* [DATASET CONTENT]
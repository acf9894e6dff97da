import type { Quantity } from '../calc/quantity.ts';
import type { Recorder } from '../calc/recorder.ts';
import { minorFlexureClass } from '../standards/aisc360-22/b4-flexure.ts';
import { availableFlexure } from '../standards/aisc360-22/f1.ts';
import { minorFlexuralStrength } from '../standards/aisc360-22/f6.ts';
import type { Design } from '../standards/aisc360-22/parameters.ts';
import { clause } from '../standards/aisc360-22/writer.ts';
import { axesInOrder } from './axes-in-order.ts';
import { closedStrengths } from './closed-flexure.ts';
import { roundFlexure } from './round-flexure.ts';
import type {
  ChannelSection,
  ISection,
  MonoISection,
  SectionQuantities,
  SteelQuantities,
} from './section-quantities.ts';

/**
 * F6, F7 or F8 about the minor axis with its available strength φb Mn or Mn/Ωb; `phib` is φb or Ωb.
 * Answers null after an outside-scope notice.
 */
export function minorStrength(
  r: Recorder,
  design: Design,
  steel: SteelQuantities,
  section: SectionQuantities,
  phib: Quantity,
): Quantity | null {
  const Mn = axesInOrder(r, 'y', section) ? nominal(r, steel, section) : null;
  return Mn && availableFlexure(r, 'y', design, phib, Mn);
}

function nominal(r: Recorder, steel: SteelQuantities, s: SectionQuantities): Quantity | null {
  switch (s.kind) {
    case 'i':
    case 'mono-i':
    case 'channel':
      return openShape(r, steel, s);
    case 'rect-hss':
    case 'box': {
      const strengths = closedStrengths(r, 'y', steel, s);
      return strengths && least(r, 'F7', [strengths.Mp, ...strengths.local]);
    }
    case 'round': {
      const strengths = roundFlexure(r, 'y', steel, s);
      if (!strengths) return null;
      const { Mp, LB } = strengths;
      return least(r, 'F8', LB ? [Mp, LB] : [Mp]);
    }
  }
}

/** F6; of a singly symmetric I-shape the more slender flange is taken for both. */
function openShape(
  r: Recorder,
  steel: SteelQuantities,
  s: ISection | MonoISection | ChannelSection,
): Quantity {
  r.section('B4/y', 'Width-to-thickness ratios, minor-axis flexure', clause('B4.1'));
  const lambdaf =
    s.kind === 'mono-i'
      ? r.governing('B4/y/flange/lambda', 'max', [s.top.lambda, s.bottom.lambda], {
          title: 'Width-to-thickness ratio of the more slender flange',
          symbol: 'lambda',
          clause: clause('B4.1', 'Table B4.1b, 13'),
        })
      : s.lambdaf;
  const flange = minorFlexureClass(r, steel, lambdaf);
  r.section('F6', 'Minor-axis flexural strength', clause('F6'));
  const { E, Fy } = steel;
  return minorFlexuralStrength(r, { E, Fy, Sy: s.Sy, Zy: s.Zy, lambdaf }, flange).Mn;
}

const least = (r: Recorder, chapter: string, strengths: readonly Quantity[]): Quantity =>
  r.governing(`${chapter}/y/Mn`, 'min', strengths, {
    title: 'Nominal flexural strength, minor axis',
    symbol: 'Mny',
    clause: clause(chapter),
  });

* [WORK INSTRUCTION]
For each line above that contains "chapter", make a copy.

* [EXPECTED ANSWER]
const least = (r: Recorder, chapter: string, strengths: readonly Quantity[]): Quantity =>
  r.governing(`${chapter}/y/Mn`, 'min', strengths, {
    clause: clause(chapter),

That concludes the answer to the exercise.